Presenilin 1 is established as the catalytic subunit within γ-secretase—the enzyme conglomerate that unleashes the Aβ peptide from its precursor, the amyloid precursor protein. However, according to a pair of papers in the May 22 Proceedings of the National Academy of Sciences online, presenilin may at the same time undercut this well-proven effect. Researchers led by Paul Greengard at Rockefeller University in New York report that when phosphorylated at serine-367, PS1 teams up with a gang of vesicular proteins to kick autophagosome-lysosome fusion into high gear. This promotes the destruction of βCTF, the fragment left after β-secretase cleaves APP, thus thwarting the production of Aβ. The researchers believe that ramping up PS1 phosphorylation at serine-367 might become a therapeutic strategy to reduce Aβ overproduction.

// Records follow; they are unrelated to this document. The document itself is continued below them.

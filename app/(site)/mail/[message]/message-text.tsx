/** A message's text as its reader gets it: paragraphs, and a link for an address on a line of its own. */
export function MessageText({ text }: { text: string }) {
  const parts = text.trim().split(/\n{2,}/);
  return (
    <div className="flex max-w-[72ch] flex-col gap-3">
      {parts.map((part) => (
        <p key={part} className="break-words whitespace-pre-line">
          {/^https?:\/\/[^\s…]+$/.test(part) ? (
            <a href={part} className="font-mono text-sm break-all">
              {part}
            </a>
          ) : (
            part
          )}
        </p>
      ))}
    </div>
  );
}
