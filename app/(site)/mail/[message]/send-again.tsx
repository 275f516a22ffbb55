"use client";

import { useRouter } from "next/navigation";
import { useState } from "react";
import { Button } from "@/app/_components/button";
import { useToast } from "@/app/_components/toast";
import { sendAgainAction } from "../actions";

/** Puts a message that did not get out on the queue again. */
export function SendAgain({ id }: { id: string }) {
  const router = useRouter();
  const tell = useToast();
  const [pending, setPending] = useState(false);
  const send = async () => {
    setPending(true);
    const result = await sendAgainAction(id);
    setPending(false);
    if (result.ok) tell({ tone: "good", title: "On its way again" });
    else tell({ tone: "bad", title: result.problem.title, text: result.problem.detail });
    router.refresh();
  };
  return (
    <Button look="outline" pending={pending} onClick={send}>
      Send again
    </Button>
  );
}
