"use client";

import { useRouter } from "next/navigation";
import { useState } from "react";
import { callApi } from "@/app/_components/api-client";
import { Button } from "@/app/_components/button";
import { ConfirmDialog } from "@/app/_components/confirm-dialog";
import { useToast } from "@/app/_components/toast";

/** Drops a plan that will not be run, with the reason. */
export function DropPlan({ id, name }: { id: string; name: string }) {
  const router = useRouter();
  const tell = useToast();
  const [open, setOpen] = useState(false);
  return (
    <div className="flex justify-end print:hidden">
      <Button look="danger" onClick={() => setOpen(true)}>
        Drop the plan
      </Button>
      <ConfirmDialog
        open={open}
        onOpenChange={setOpen}
        title={`Drop “${name}”`}
        description="It stays to be read, and no readings can be uploaded for it any more. Its devices can be drawn again."
        confirm="Drop the plan"
        danger
        reason="required"
        onConfirm={async ({ reason }) => {
          await callApi(`/api/v1/run-plans/${id}/drop`, { method: "POST", json: { reason } });
          tell({ tone: "good", title: `“${name}” is dropped` });
          router.refresh();
          return null;
        }}
      />
    </div>
  );
}
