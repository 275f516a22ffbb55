import { v7 as uuidv7 } from "uuid";
import { beforeAll, describe, expect, it } from "vitest";
import { importCoefficients } from "@/lib/services/coefficients/import-coefficients";
import { listLotCoefficients } from "@/lib/services/coefficients/list-coefficients";
import { openTestApi, type TestApi } from "../support/api";
import { PASSWORD } from "../support/people";
import { approveDerivation, arrangeDerived, arrangeSecondDerived, type DerivedLot } from "../support/scenario/derived";
import { publishLayout, type ScenarioPeople } from "../support/scenario/family-lot";
import { type BuiltPackage, buildGolden } from "../support/scenario/packaged";

/** 1044 stored steps of the golden layout's gainTc, whose scale is read from it below. */
const STEPS = 1044;
const CHANGED = ["MW20-2609-00003", "MW20-2609-00007"];
const HELD = "MW20-2609-00005";

let api: TestApi;
let people: ScenarioPeople;
let lot: DerivedLot;
let other: BuiltPackage;
let first: BuiltPackage;
let second: BuiltPackage;

interface Device {
  serial: string;
  change: string;
  fields: { name: string; from: unknown; to: unknown; unit: string | null; steps: number | null }[];
  bytes: { at: number; from: number | null; to: number | null }[];
}

const compare = (from: string, to: string, query: Record<string, string | number> = {}) =>
  api.call("GET", "/compare", { as: "reviewer", query: { from, to, ...query } });

/** Imports coefficients of two devices, gainTc moved by whole stored steps, and approves them. */
async function moveGainTc(): Promise<void> {
  const scale = JSON.parse(lot.layout).fields.find((field: { name: string }) => field.name === "gainTc")
    .scale as number;
  const { items } = await listLotCoefficients(people.engineer, lot.lot, { limit: 100 });
  const rows = items
    .filter((item) => CHANGED.includes(item.serial))
    .map(({ serial, coefficients: c }) =>
      [serial, c?.tempOffset, c?.tempSlope, c?.zero, c?.zeroTc, c?.gain, (c?.gainTc ?? 0) + STEPS * scale].join(","),
    );
  const csv = `serial,tempOffset,tempSlope,zero,zeroTc,gain,gainTc\n${rows.join("\n")}\n`;
  const { referenceC, capacityKg } = lot.family;
  const { id } = await importCoefficients(people.engineer, {
    lot: lot.lot,
    referenceC,
    capacityKg,
    bytes: Buffer.from(csv),
  });
  await approveDerivation(people, id);
}

beforeAll(async () => {
  api = await openTestApi();
  people = { engineer: api.ctx("engineer"), reviewer: api.ctx("reviewer"), password: PASSWORD };
  lot = await arrangeDerived(people);
  first = await buildGolden(people, lot);
  await moveGainTc();
  await api.call("POST", `/devices/${HELD}/events`, {
    as: "service",
    body: { kind: "hold", reason: "Dropped", password: PASSWORD },
  });
  second = await buildGolden(people, lot);
  other = await buildGolden(people, await arrangeSecondDerived(people));
});
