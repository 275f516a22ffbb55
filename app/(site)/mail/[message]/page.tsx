import type { Metadata } from "next";
import { Card } from "@/app/_components/card";
import { Facts } from "@/app/_components/facts";
import { Notice } from "@/app/_components/notice";
import { stateOf } from "@/app/_components/state/state-of";
import { TimeText } from "@/app/_components/time-text";
import { TitleRow } from "@/app/_components/title-row";
import { holds, orNotFound, pageContext } from "@/lib/http/page-context";
import { getMail, mayMailLeave } from "@/lib/services/mail/read-mail";
import { AdminsOnly } from "../admins-only";
import { MessageText } from "./message-text";
import { SendAgain } from "./send-again";

export const metadata: Metadata = { title: "Message" };

export default async function MessagePage({ params }: { params: Promise<{ message: string }> }) {
  const ctx = await pageContext();
  if (!holds(ctx, "admin")) return <AdminsOnly />;
  const mail = await orNotFound(getMail(ctx, (await params).message));
  const maySend = mail.state === "failed" || (mail.state === "kept" && mayMailLeave());
  return (
    <>
      <TitleRow
        breadcrumb={[{ name: "Mail", href: "/mail" }, { name: mail.subject }]}
        title={mail.subject}
        state={stateOf("mail", mail.state)}
        actions={maySend ? <SendAgain id={mail.id} /> : undefined}
      />
      <div className="flex max-w-[820px] flex-col gap-[18px]">
        {mail.lastError ? (
          <Notice
            tone="bad"
            title={`Not sent after ${mail.attempts === 1 ? "one attempt" : `${mail.attempts} attempts`}`}
          >
            <span className="font-mono break-words">{mail.lastError}</span>
          </Notice>
        ) : null}
        <Card>
          <Facts
            small
            facts={[
              { label: "To", value: mail.to },
              { label: "Queued", value: <TimeText at={mail.createdAt} /> },
              { label: "Sent", value: mail.sentAt ? <TimeText at={mail.sentAt} /> : "no" },
            ]}
          />
          <hr className="my-4 border-rule" />
          <MessageText text={mail.body} />
        </Card>
      </div>
    </>
  );
}
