/// The name of the error source of the coefficient.
pub const PUBLISHED_COEFFICIENT: &str = "published coefficient";
/// The name of the error source of the drowned-flow factor.
const PUBLISHED_DROWNED_FACTOR: &str = "published drowned-flow factor";

impl From<&Limit> for InstalledLimit {
    fn from(limit: &Limit) -> Self {
        Self {
            kind: LimitKind::Use,
            quantity: limit.quantity.to_owned(),
            side: limit.side,
            bound: limit.bound.to_owned(),
            applies: None,
            meaning: limit.meaning.to_owned(),
            source: limit.source,
            confidence: limit.confidence,
        }
    }
}

/// Adds definitions to a list of owned ones.
pub(super) fn extend(to: &mut Vec<(String, String)>, definitions: &[(&str, &str)]) {
    to.extend(definitions.iter().map(|(name, text)| ((*name).to_owned(), (*text).to_owned())));
}

/// The form of a structure that stands by itself, in one regime.
pub(super) fn single(installation: &Installation, regime: usize, values: &Values) -> Form {
    let structure = installation.structure;
    let form = &structure.regimes[regime];
    let drowned = drowned_flow(installation);
    let mut blueprint = Blueprint {
        inputs: installation.inputs().iter().map(Into::into).collect(),
        constants: constants(installation),
        tables: structure.tables.iter().filter_map(PublishedTable::in_si).collect(),
        definitions: Vec::new(),
        unknowns: Vec::new(),
        result: "Q".to_owned(),
        flowing: Some(form.flowing.to_owned()),
        beyond: beyond(form.beyond, drowned.and_then(|drowned| drowned.beyond)),
        borders: (form.borders)(values).iter().map(|&text| text.to_owned()).collect(),
    };
    extend(&mut blueprint.definitions, form.definitions);
    extend(&mut blueprint.definitions, factor_definitions(installation));
    let rated = add_tailwater(installation, &mut blueprint);
    solve(form, rated && drowned.is_some(), &mut blueprint);
    let mut limits: Vec<InstalledLimit> = form.limits.iter().map(Into::into).collect();
    if installation.second_head.is_some() {
        // A tapping does not tell the level of the tailwater, and with it the energy.
        if drowned.is_none_or(|drowned| drowned.reads == SecondHeadAt::Tailwater) {
            limits.extend(critical_limits(structure, &mut blueprint));
        }
        limits.push(modular_limit(installation));
        limits.extend(drowned.iter().flat_map(|drowned| drowned.limits).map(InstalledLimit::from));
    }
    let known = |name: &str| blueprint.constants.iter().any(|(symbol, ..)| symbol == name);
    let highest = structure.modular.highest;
    let highest_tailwater = (known("M_L") || !identifiers(highest).any(|word| word == "M_L"))
        .then(|| highest.to_owned());
    let mut result = Form {
        structure,
        regime: form.name.to_owned(),
        when: form.when.to_owned(),
        limits,
        automatic: Vec::new(),
        unstated: Vec::new(),
        standards: vec![structure.standard.document],
        numbers: Vec::new(),
        highest_tailwater,
        blueprint,
    };
    add_sources(structure, form, drowned, &mut result);
    result.numbers = numbers(installation, form, drowned);
    result
}

/// The drowned-flow equation that is in force.
pub(super) fn drowned_flow(installation: &Installation) -> Option<&'static DrownedFlow> {
    let second = installation.second_head.as_ref()?;
    second.drowned.map(|index| &installation.structure.drowned[index])
}

/// Definitions that end in the drowned-flow factor: 1 where the tailwater is not known.
pub(super) fn factor_definitions(
    installation: &Installation,
) -> &'static [(&'static str, &'static str)] {
    match drowned_flow(installation) {
        Some(drowned) => drowned.definitions,
        None if installation.structure.drowned.is_empty() => &[],
        None => &[("f", "1")],
    }
}

/// Constants of the structure, of its option, and its modular limit.
pub(super) fn constants(installation: &Installation) -> Vec<(String, f64, Dimension)> {
    let structure = installation.structure;
    let stated = installation.second_head.as_ref().and_then(|second| second.modular_limit);
    let of_option = installation.constants_of_option();
    let of_choice = |name: &str| {
        let found = of_option.iter().find(|(symbol, _)| *symbol == name);
        found.map(|(_, value)| *value).filter(|value| !value.is_nan())
    };
    let of_equation = drowned_flow(installation).and_then(|drowned| match drowned.ratio {
        ModularRatio::OfStructure => None,
        ModularRatio::Own(ratio) => Some(ratio),
        ModularRatio::OfChoice(name) => of_choice(name),
    });
    let modular_limit = stated.or(of_equation).or(structure.modular.ratio);
    let own = structure.constants.iter().map(|each| (each.symbol, each.value, each.dimension));
    let of_option = of_option
        .into_iter()
        // What is not published does not enter; that an equation needs it is asked beforehand.
        .filter(|(symbol, value)| !(value.is_nan() || *symbol == "M_L" && modular_limit.is_some()))
        .map(|(symbol, value)| (symbol, value, Dimension::NONE));
    own.chain(of_option)
        .chain(modular_limit.map(|ratio| ("M_L", ratio, Dimension::NONE)))
        .map(|(symbol, value, dimension)| (symbol.to_owned(), value, dimension))
        .collect()
}
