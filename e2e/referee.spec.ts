/** What a referee gets: the live notebook to read, every number to check, a copy to vary, and no way to write. */
import { createRequire } from "node:module";
import { readFileSync } from "node:fs";
import * as decoding from "lib0/decoding";
import * as encoding from "lib0/encoding";
import type { Page } from "playwright/test";
import * as Y from "yjs";
import { closeCode, FRAGMENT, messageType } from "../client/contract/collab.ts";
import { SCHEMA_VERSION } from "../client/schema/version.ts";
import { expect, test } from "./stage.ts";
import {
  block,
  fillField,
  invite,
  isSaved,
  makeNotebook,
  makeRefereeLink,
  openNotebook,
  prose,
  readProse,
  revokeRefereeLink,
  typeAtEnd,
} from "./notebook.ts";

const LANTERN = "A copy of the Lantern demonstration";
/** Sentences of the demonstration's pins, in the order of its text. */
const numbers = ["0.109(14)", "0.0120(30)", "0", "3", "5.4(28) × 10⁻⁴", "±0.00163 pb"];

test("a visitor without an account reads and checks every number, and hears when the link is closed", async ({
  enter,
  visit,
}) => {
  // The whole page is looked over several times on the way.
  test.slow();
  const owner = (await enter("wren-lantern")).page;
  const notebook = await makeNotebook(owner, "Read by a referee", LANTERN);
  const address = await makeRefereeLink(owner, notebook, "journal");
  const referee = await visit();
  await referee.goto(address);

  await test.step("it says what it is, whose, and until when", async () => {
    const about = referee.getByRole("region", { name: "About this page" });
    await expect(about).toContainText("You are reading a live notebook, read-only");
    await expect(about).toContainText("Written by Wren Lantern.");
    await expect(about).toContainText(/This link holds until \d+ \w+ \d{4} at \d\d:\d\d\./);
    await expect(readProse(referee)).toContainText("Below the threshold");
    await expect(referee.getByRole("link", { name: "Sign in" })).toHaveCount(0);
  });

  await test.step("nothing on the page can be written in", async () => {
    await expect(referee.locator("[contenteditable=true]")).toHaveCount(0);
    await expect(
      referee.locator(
        "main :is(input, textarea):not([readonly], [disabled], [aria-disabled=true]), main select:not([disabled])",
      ),
    ).toHaveCount(0);
  });

  const entries = referee.getByRole("region", { name: "Check sheet" }).locator(".check-entry");
  await test.step("the check sheet lists every number with its sentence, source and state", async () => {
    await expect(entries).toHaveCount(numbers.length);
    for (const [index, number] of numbers.entries()) {
      await expect(entries.nth(index).locator(".check-shown")).toHaveText(number);
      await expect(entries.nth(index)).toContainText("holds");
    }
    await expect(entries.nth(0)).toContainText("With");
    await expect(entries.nth(0)).toContainText("Scaling every term");
    await expect(entries.nth(0)).toContainText("Lambda 3.2(4) TeV heavy; p 350 GeV probe");
    await entries.nth(0).getByText("working").click();
    await expect(entries.nth(0).locator(".katex").nth(3)).toBeVisible();
  });

  await test.step("each is recomputed here, and agrees with the stored result and with the pin", async () => {
    // The server stores results a moment after the notebook was made.
    await expect(async () => {
      const stored = await referee.evaluate(
        async (token) => (await (await fetch(`/api/referee/${token}`)).json()).results.length as number,
        tokenOf(address),
      );
      expect(stored).toBe(5);
    }).toPass();
    await referee.reload();
    for (const [index, number] of numbers.entries()) {
      await entries
        .nth(index)
        .getByRole("button", { name: /^recompute/ })
        .click();
      await expect(entries.nth(index).getByRole("status")).toHaveText(
        `Recomputed here: ${number}. The pin agrees to 12 digits. The stored result agrees to 12 digits.`,
      );
    }
  });

  await test.step("its links lead to the sentence and to the block, by keyboard", async () => {
    await entries.nth(1).getByRole("button", { name: "to the sentence: 0.0120(30)" }).press("Enter");
    await expect(referee.locator(".pin-figure:focus")).toHaveText("0.0120(30)");
    await expect(referee.locator(".pin-figure:focus")).toBeInViewport();
    await entries.nth(3).getByRole("button", { name: "to its block: 3" }).press("Enter");
    await expect(block(referee, "Order plan").locator(":focus")).toHaveCount(1);
    await expect(block(referee, "Order plan")).toBeInViewport();
  });

  await test.step("what the owner writes appears, and what has moved shows both values and by whom", async () => {
    await openNotebook(owner, notebook);
    await fillField(block(owner, "Premises"), "value of scale 1", "2.5(3) TeV");
    await expect(entries.nth(0).locator(".check-shown")).toHaveText("0.109(14) 0.140(17)");
    await expect(entries.nth(0)).toContainText(
      /moved · Wren Lantern, \d\d:\d\d: was 0\.109\(14\), now 0\.140/,
    );
    await entries
      .nth(0)
      .getByRole("button", { name: /^recompute/ })
      .click();
    await expect(entries.nth(0).getByRole("status")).toContainText(
      "Recomputed here: 0.140(17). The pin says 0.109(14).",
    );
  });

  await test.step("it is sound for assistive technology, on a phone, and in both themes", async () => {
    await soundOn(referee);
    await referee.emulateMedia({ colorScheme: "dark" });
    await soundOn(referee);
    await referee.setViewportSize({ width: 390, height: 844 });
    expect(
      await referee.evaluate(() => document.documentElement.scrollWidth - window.innerWidth),
    ).toBeLessThanOrEqual(0);
    await referee.setViewportSize({ width: 1440, height: 900 });
    await referee.emulateMedia({ colorScheme: "light" });
  });

  await test.step("closing the link cuts the open page within seconds, and its address says so", async () => {
    await revokeRefereeLink(owner, notebook, "journal");
    const words = "The authors have closed this link. Ask them for a new one.";
    await expect(referee.getByRole("main").getByRole("alert")).toHaveText(words);
    await expect(readProse(referee)).toHaveCount(0);
    await referee.goto(address);
    await expect(referee.getByRole("heading", { level: 1 })).toHaveText("This link opens nothing");
    await expect(referee.getByRole("main").getByRole("alert")).toHaveText(words);
    await soundOn(referee);
    await referee.goto(new URL(`/r/${"A".repeat(43)}`, address).href);
    await expect(referee.getByRole("main").getByRole("alert")).toContainText(
      "No notebook is behind this link.",
    );
  });
});
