/** A notebook's socket driven by hand, as someone would who writes their own client. */
import * as decoding from "lib0/decoding";
import * as encoding from "lib0/encoding";
import { expect } from "playwright/test";
import WebSocket from "ws";
import * as Y from "yjs";
import { FRAGMENT, messageType } from "../client/contract/collab.ts";
import { SCHEMA_VERSION } from "../client/schema/version.ts";
import type { Stack } from "../server/start/stack.mjs";
import { idOf } from "./notebook.ts";

const steps = { stateVector: 0, missing: 1, update: 2 } as const;

export interface HandSocket {
  /** What the server has said of the text so far. */
  text(): string;
  /** Adds a paragraph to the own copy and sends it in every way that the protocol knows. */
  forge(words: string): void;
  closedWith(): number | null;
  close(): void;
}

/** Opens the socket with a referee's token and waits until the server has sent the document. */
export async function openByHand(stack: Stack, notebook: string, token: string): Promise<HandSocket> {
  const address = `${stack.url.replace(/^http/, "ws")}/collab/${idOf(notebook)}`;
  const socket = new WebSocket(`${address}?schema=${SCHEMA_VERSION}&referee=${token}`, {
    headers: { origin: stack.url },
  });
  const ydoc = new Y.Doc();
  let code: number | null = null;
  let answered = false;
  socket.on("close", (given) => (code = given));
  socket.on("error", () => (code ??= 0));
  socket.on("open", () => socket.send(sync(steps.stateVector, Y.encodeStateVector(ydoc))));
  socket.on("message", (data: Buffer) => {
    const decoder = decoding.createDecoder(data);
    if (decoding.readVarUint(decoder) !== messageType.sync) return;
    const step = decoding.readVarUint(decoder);
    if (step === steps.stateVector) return;
    Y.applyUpdate(ydoc, decoding.readVarUint8Array(decoder));
    answered = true;
  });
  await expect.poll(() => answered || code !== null, { message: "the server answers" }).toBe(true);
  const fragment = ydoc.getXmlFragment(FRAGMENT);
  return {
    text: () => fragment.toJSON(),
    forge(words) {
      const before = Y.encodeStateVector(ydoc);
      const paragraph = new Y.XmlElement("paragraph");
      paragraph.insert(0, [new Y.XmlText(words)]);
      // Into a document of its own, so that only the server can bring the words back into this one.
      const own = new Y.Doc();
      Y.applyUpdate(own, Y.encodeStateAsUpdate(ydoc));
      own.getXmlFragment(FRAGMENT).push([paragraph]);
      const change = Y.encodeStateAsUpdate(own, before);
      socket.send(sync(steps.update, change));
      socket.send(sync(steps.missing, Y.encodeStateAsUpdate(own)));
      socket.send(presence(own.clientID, { user: { id: "forged", name: words } }));
    },
    closedWith: () => code,
    close: () => socket.terminate(),
  };
}

function sync(step: number, bytes: Uint8Array): Uint8Array {
  const encoder = encoding.createEncoder();
  encoding.writeVarUint(encoder, messageType.sync);
  encoding.writeVarUint(encoder, step);
  encoding.writeVarUint8Array(encoder, bytes);
  return encoding.toUint8Array(encoder);
}

function presence(client: number, state: unknown): Uint8Array {
  const inner = encoding.createEncoder();
  encoding.writeVarUint(inner, 1);
  encoding.writeVarUint(inner, client);
  encoding.writeVarUint(inner, 1);
  encoding.writeVarString(inner, JSON.stringify(state));
  const encoder = encoding.createEncoder();
  encoding.writeVarUint(encoder, messageType.awareness);
  encoding.writeVarUint8Array(encoder, encoding.toUint8Array(inner));
  return encoding.toUint8Array(encoder);
}
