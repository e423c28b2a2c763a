/** The stage every story plays on: a whole Subleading of its own, and people who can sign in to it. */
import { mkdtempSync, chmodSync, rmSync } from "node:fs";
import { join } from "node:path";
import { test as base, type Browser, type BrowserContext, type Page } from "playwright/test";
import { startStack, type Stack } from "../server/start/stack.mjs";
import { layLine, type Line } from "./line.ts";

export interface Player {
  readonly login: string;
  readonly page: Page;
  readonly context: BrowserContext;
}

interface Fixtures {
  /** Opens a browser of its own for someone and signs them in; on a line of their own when they need one to be cut. */
  readonly enter: (login: string, line?: Line) => Promise<Player>;
  /** A browser of its own for someone who is not signed in. */
  readonly visit: (line?: Line) => Promise<Page>;
  /** A way to the server that can be cut. */
  readonly line: Line;
}
interface Stage {
  readonly stack: Stack;
}

export const test = base.extend<Fixtures, Stage>({
  stack: [
    // Playwright reads the fixture's dependencies from this pattern, empty or not.
    // eslint-disable-next-line no-empty-pattern
    async ({}, use) => {
      const folder = mkdtempSync("/var/tmp/subleading-e2e-");
      chmodSync(folder, 0o711);
      const quiet = process.env["E2E_LOG"] === undefined;
      const stack = await startStack({
        folder: join(folder, "data"),
        testing: true,
        output: quiet ? "ignore" : "inherit",
      });
      await use(stack);
      await stack.stop();
      rmSync(folder, { recursive: true, force: true });
    },
    { scope: "worker", timeout: 120_000 },
  ],
  visit: async ({ browser }, use) => {
    const contexts: BrowserContext[] = [];
    await use(async (line) => {
      const context = await newContext(browser, line);
      contexts.push(context);
      return context.newPage();
    });
    for (const context of contexts) await context.close();
  },
  // Playwright reads the fixture's dependencies from this pattern, empty or not.
  // eslint-disable-next-line no-empty-pattern
  line: async ({}, use) => {
    const line = await layLine();
    await use(line);
    await line.remove();
  },
  enter: async ({ visit, stack }, use) => {
    await use(async (login, line) => {
      const page = await visit(line);
      await signIn(page, stack.url, login);
      return { login, page, context: page.context() };
    });
  },
});

function newContext(browser: Browser, line?: Line): Promise<BrowserContext> {
  return browser.newContext({
    viewport: { width: 1440, height: 900 },
    reducedMotion: "reduce",
    // By itself Chromium goes past a proxy to its own machine.
    ...(line ? { proxy: { server: line.address, bypass: "<-loopback>" } } : {}),
  });
}

/** Through the real sign-in: the start page, the stand-in's consent page, and back to the shelf. */
export async function signIn(page: Page, url: string, login: string): Promise<void> {
  await page.goto(url);
  await page
    .getByRole("link", { name: /sign in/i })
    .first()
    .click();
  await page.getByRole("button", { name: `Continue as ${login}` }).click();
  await page.waitForURL(`${url}/**`);
  await page.getByRole("heading", { name: /shelf/i }).waitFor();
}

export { expect } from "playwright/test";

“These are very interesting findings that show a new way that PS1 can affect Aβ levels, a pathway that may provide new potential targets for the discovery of AD therapeutics,” commented Michael Wolfe of Kansas University in Lawrence. Other researchers remained cautious in their interpretation until the subcellular pools of APP that might be subject to this bidirectional, PS1-mediated processing are further defined (see, e.g., Wim Annaert comment below).
Leading a Double Life? A study claims that besides generating Aβ, PS1 also reduces it by promoting autophagy. [Courtesy of Bustos et al., PNAS, 2017.]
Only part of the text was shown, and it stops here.